REQUIREMENT
Looking at the data below, state how many lines contain "uploadedFiles". No other words are wanted.

++++ INPUT MATERIAL

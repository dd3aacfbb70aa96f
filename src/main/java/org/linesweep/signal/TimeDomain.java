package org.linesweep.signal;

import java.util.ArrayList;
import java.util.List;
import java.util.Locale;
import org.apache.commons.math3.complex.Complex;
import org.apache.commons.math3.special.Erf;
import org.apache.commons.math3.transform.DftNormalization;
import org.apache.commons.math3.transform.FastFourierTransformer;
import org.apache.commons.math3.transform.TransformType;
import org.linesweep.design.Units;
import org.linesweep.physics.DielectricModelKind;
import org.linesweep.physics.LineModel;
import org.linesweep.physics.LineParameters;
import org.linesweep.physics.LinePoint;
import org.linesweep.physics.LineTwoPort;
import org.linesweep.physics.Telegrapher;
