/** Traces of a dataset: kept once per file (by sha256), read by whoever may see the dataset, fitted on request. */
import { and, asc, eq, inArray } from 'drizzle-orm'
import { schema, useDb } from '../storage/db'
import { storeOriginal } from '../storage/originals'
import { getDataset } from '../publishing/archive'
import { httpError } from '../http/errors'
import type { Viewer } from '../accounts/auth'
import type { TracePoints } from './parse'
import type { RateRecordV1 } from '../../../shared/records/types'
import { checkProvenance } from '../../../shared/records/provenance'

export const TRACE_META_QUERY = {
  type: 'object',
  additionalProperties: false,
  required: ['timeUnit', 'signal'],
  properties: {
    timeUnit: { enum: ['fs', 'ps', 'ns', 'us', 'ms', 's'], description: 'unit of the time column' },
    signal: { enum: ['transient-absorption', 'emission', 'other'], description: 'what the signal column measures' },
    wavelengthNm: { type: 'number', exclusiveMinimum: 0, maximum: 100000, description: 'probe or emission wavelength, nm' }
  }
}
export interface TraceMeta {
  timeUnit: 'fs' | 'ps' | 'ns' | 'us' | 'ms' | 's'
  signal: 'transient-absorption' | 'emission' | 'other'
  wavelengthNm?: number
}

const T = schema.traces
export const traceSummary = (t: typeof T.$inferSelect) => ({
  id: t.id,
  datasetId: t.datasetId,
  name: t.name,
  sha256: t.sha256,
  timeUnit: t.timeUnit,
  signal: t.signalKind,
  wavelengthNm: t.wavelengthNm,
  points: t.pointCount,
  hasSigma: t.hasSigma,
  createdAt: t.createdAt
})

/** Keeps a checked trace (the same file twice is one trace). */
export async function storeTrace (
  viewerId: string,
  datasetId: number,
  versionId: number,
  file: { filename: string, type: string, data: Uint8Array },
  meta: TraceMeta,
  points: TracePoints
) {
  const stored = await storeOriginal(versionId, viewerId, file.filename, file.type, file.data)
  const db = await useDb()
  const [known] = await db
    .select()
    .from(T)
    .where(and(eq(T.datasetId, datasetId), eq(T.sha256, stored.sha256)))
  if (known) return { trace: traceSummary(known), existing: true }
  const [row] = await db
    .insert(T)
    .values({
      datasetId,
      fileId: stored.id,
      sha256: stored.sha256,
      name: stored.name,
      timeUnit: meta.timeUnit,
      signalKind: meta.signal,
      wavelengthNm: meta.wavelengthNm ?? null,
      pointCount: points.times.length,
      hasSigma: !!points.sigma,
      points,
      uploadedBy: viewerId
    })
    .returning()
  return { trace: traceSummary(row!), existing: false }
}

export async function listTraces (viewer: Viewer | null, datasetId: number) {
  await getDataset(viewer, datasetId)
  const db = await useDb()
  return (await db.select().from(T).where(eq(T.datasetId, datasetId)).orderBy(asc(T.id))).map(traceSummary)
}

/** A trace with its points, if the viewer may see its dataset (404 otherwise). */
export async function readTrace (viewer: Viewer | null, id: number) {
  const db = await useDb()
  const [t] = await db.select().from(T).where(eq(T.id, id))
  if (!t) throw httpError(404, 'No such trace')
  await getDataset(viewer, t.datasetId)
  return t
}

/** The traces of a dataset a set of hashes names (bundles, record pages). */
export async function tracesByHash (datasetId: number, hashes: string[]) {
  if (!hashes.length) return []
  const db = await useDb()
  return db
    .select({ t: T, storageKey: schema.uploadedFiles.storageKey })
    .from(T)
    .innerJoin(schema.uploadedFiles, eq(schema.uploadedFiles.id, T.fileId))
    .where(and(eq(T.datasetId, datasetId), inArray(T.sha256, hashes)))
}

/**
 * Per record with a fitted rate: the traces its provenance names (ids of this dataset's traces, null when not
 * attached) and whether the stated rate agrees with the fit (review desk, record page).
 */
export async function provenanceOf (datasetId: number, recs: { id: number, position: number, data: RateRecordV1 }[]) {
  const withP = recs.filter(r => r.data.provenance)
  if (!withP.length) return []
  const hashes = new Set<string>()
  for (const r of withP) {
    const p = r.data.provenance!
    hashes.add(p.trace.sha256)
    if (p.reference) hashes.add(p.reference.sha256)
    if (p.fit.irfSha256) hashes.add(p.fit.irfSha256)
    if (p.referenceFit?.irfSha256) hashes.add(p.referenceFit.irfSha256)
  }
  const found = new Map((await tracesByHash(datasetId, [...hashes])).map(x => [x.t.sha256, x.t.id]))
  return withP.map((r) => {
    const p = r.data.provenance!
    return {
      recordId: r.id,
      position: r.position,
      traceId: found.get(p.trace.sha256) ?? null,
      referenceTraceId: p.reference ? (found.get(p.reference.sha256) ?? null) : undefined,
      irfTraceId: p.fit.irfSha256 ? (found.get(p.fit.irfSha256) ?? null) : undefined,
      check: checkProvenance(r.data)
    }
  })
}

++++++++

PROBLEM SOLUTION
2